Exercise details: Work out how many lines of the data below hold the string "Assertions". Answer with that number alone.

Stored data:
-=-=-

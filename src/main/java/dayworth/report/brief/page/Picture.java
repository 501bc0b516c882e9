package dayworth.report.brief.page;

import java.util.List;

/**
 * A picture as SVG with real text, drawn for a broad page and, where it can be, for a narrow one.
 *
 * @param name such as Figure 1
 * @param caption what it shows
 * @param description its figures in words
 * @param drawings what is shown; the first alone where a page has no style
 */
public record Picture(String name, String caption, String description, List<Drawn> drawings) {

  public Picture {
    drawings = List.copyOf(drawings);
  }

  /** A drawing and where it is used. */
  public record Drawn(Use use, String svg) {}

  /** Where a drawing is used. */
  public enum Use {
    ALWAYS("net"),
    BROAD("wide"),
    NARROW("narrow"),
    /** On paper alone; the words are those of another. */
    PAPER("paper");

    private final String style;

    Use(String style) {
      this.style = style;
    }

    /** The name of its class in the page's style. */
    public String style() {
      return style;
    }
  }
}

-=-=-

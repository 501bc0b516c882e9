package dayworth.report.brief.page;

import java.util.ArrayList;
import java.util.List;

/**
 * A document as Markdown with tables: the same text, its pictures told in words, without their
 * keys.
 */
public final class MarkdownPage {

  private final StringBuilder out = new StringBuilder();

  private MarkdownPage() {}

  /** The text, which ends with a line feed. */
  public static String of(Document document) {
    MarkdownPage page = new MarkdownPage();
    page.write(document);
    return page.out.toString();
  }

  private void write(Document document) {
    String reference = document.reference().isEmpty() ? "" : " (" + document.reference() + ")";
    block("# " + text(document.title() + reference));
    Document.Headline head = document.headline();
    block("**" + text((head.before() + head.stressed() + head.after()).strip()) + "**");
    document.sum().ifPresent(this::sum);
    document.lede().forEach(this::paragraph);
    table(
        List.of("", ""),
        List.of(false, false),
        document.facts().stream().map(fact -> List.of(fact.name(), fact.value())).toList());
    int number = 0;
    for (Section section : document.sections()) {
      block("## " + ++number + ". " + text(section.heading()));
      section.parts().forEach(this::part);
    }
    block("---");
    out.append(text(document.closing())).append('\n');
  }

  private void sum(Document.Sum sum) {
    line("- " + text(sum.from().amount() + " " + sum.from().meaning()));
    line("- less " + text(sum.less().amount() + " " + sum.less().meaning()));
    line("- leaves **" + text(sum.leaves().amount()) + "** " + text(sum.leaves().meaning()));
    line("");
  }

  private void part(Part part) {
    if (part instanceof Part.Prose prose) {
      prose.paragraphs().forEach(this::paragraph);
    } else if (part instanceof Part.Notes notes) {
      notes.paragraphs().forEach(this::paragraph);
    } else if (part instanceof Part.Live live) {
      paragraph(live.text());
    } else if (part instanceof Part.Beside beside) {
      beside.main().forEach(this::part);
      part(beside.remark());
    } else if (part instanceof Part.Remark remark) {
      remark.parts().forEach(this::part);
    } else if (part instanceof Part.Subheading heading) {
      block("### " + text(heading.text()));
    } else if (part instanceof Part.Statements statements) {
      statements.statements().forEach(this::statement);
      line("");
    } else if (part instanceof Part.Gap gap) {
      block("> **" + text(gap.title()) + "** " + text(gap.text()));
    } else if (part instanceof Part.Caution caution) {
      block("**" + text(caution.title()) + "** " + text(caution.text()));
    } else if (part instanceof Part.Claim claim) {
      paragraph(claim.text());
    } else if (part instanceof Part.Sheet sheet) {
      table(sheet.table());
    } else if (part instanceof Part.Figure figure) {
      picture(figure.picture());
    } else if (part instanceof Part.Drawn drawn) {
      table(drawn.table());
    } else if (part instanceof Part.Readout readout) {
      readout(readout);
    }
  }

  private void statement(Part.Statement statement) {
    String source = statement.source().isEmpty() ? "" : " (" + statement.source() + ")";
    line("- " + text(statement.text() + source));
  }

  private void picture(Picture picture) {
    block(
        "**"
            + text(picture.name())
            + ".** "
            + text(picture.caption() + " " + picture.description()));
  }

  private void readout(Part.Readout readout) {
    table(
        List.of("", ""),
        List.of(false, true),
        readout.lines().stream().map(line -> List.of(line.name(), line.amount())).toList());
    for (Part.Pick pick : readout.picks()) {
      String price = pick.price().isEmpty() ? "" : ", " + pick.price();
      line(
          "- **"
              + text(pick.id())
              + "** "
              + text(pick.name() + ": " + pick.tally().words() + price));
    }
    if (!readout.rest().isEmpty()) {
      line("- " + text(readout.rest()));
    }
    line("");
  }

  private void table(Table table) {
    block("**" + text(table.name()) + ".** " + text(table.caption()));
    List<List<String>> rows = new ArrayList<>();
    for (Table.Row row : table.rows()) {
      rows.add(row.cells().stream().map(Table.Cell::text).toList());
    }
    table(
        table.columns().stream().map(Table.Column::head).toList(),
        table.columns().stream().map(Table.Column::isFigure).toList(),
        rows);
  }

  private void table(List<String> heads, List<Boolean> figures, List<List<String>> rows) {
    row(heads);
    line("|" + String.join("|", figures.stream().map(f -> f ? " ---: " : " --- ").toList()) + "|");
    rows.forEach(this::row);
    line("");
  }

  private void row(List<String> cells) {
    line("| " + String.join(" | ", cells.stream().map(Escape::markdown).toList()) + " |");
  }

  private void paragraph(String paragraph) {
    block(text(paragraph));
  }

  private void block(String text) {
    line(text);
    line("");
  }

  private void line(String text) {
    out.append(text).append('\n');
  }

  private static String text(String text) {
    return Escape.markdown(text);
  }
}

-=-=-

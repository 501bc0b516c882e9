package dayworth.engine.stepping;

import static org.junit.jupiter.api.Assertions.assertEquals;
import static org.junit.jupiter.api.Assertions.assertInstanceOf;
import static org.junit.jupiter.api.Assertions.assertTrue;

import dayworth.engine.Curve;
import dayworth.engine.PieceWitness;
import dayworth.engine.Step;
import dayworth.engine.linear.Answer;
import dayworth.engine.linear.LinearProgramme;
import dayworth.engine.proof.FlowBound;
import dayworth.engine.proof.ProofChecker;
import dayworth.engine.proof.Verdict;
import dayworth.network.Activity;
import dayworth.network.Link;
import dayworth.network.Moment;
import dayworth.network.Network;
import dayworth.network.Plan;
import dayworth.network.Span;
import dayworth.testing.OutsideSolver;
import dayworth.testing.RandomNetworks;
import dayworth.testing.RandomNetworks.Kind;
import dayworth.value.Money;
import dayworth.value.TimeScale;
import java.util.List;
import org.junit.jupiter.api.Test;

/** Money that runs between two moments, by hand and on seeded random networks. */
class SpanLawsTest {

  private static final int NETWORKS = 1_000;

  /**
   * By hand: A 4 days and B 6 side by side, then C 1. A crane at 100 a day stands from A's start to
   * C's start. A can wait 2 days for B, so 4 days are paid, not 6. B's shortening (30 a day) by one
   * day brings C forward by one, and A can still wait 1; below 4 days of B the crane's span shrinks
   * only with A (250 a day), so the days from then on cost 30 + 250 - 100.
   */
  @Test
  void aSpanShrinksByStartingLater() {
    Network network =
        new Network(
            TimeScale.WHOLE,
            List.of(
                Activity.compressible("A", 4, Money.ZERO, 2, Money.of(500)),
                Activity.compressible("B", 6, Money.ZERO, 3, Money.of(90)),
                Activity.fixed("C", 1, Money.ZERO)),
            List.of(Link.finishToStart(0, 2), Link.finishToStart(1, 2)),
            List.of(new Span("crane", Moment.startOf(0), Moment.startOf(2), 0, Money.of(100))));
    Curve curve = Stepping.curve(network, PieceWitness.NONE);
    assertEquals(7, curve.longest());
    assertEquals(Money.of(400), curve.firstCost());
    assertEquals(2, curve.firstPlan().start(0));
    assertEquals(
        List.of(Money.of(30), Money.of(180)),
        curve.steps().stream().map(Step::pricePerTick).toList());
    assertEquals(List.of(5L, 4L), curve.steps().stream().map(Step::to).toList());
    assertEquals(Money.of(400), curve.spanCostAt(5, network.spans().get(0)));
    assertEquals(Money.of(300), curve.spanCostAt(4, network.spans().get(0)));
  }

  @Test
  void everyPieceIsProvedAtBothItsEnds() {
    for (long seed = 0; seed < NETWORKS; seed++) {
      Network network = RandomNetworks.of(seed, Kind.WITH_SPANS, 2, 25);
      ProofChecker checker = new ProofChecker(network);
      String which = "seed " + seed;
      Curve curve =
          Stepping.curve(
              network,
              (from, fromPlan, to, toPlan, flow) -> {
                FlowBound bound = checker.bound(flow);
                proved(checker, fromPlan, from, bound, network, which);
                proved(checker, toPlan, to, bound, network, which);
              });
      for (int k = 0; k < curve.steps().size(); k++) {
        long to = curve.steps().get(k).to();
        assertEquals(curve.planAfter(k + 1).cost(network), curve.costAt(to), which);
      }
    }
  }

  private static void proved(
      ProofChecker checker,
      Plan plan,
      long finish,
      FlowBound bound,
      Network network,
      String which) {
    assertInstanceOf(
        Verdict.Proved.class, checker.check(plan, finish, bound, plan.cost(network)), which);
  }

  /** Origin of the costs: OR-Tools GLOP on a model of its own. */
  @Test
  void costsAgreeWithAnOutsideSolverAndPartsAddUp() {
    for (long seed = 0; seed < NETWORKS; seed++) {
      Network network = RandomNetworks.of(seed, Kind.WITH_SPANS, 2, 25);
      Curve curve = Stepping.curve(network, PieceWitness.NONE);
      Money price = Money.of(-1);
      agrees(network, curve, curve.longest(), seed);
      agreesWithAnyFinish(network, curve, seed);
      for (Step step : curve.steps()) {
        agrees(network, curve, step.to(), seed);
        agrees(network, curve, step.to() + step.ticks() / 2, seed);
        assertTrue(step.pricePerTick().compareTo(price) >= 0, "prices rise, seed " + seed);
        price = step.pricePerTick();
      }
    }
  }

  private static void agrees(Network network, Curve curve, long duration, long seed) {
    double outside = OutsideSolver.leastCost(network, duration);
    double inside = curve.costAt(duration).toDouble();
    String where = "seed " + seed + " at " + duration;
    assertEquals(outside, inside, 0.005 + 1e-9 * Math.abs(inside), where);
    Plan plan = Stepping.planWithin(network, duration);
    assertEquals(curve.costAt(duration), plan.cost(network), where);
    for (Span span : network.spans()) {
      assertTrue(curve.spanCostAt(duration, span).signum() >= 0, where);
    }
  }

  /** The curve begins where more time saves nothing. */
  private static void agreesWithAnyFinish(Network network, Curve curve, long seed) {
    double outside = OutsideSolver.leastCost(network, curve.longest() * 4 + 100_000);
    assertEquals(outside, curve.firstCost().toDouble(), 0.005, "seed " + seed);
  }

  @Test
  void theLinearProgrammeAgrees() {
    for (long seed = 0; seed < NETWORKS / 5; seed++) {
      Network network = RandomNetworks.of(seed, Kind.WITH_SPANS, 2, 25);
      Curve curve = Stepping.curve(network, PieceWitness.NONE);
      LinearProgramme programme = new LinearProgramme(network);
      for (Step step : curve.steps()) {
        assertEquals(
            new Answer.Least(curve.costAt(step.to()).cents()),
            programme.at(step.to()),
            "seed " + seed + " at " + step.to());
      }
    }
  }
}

-=-=-

Answer section: 3